Pedestrian tunnel in Surrey, England

Reigate Tunnel is a former road tunnel in Reigate, Surrey, England. It runs under the hill that was once the site of Reigate Castle and was built during 1823, although some sources report that it only opened in 1824. The narrow and short tunnel formerly carried the A217 road, and is now pedestrianised. It is grade II listed.

==History==
The tunnel was designed by William Constable, the surveyor for the Reigate Turnpike Trust. It is 56 yd long and runs through the Folkestone Beds beneath Reigate Castle. It provides a direct link between the High Street (to the south) and London Road (to the north), reducing the distance between the two by 0.25 mi.
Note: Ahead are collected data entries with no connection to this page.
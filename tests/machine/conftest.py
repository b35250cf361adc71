"""What several tests of the kernel's side share."""

from pathlib import Path

import pytest

from tests.machine.trees import Tree


@pytest.fixture
def tree(tmp_path: Path) -> Tree:
    """An empty machine."""
    return Tree(tmp_path)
Construction began in 1823 and required the demolition of two shops on the north side of the High Street. The two portals were built with bricks made from the local Gault clay and the tunnel is lined with red brick in a stretcher bond. The work was funded by John Cocks, 1st Earl Somers, through whose land it ran, and was completed in the summer of 1824. A toll post was erected at the southern entrance and tolls were levied for horses and horse-drawn vehicles. Pedestrians were not charged for using the tunnel.

Tolls in 1824
| Vehicle type | Toll |
|---|---|
| Coach with four horses | 6d |
| Coach with two horses | 3d |
| Chaise with one horse | 1+1⁄2d |
| One horse | 1⁄2d |
| Pedestrian | no charge |

The tolls were removed in 1858. In 1954, the tunnel was closed to southbound motor traffic and was fully pedestrianised in April 1970. It was Grade II listed on 27 January 1989. A plaque above the southern entrance gives the year of construction as 1823.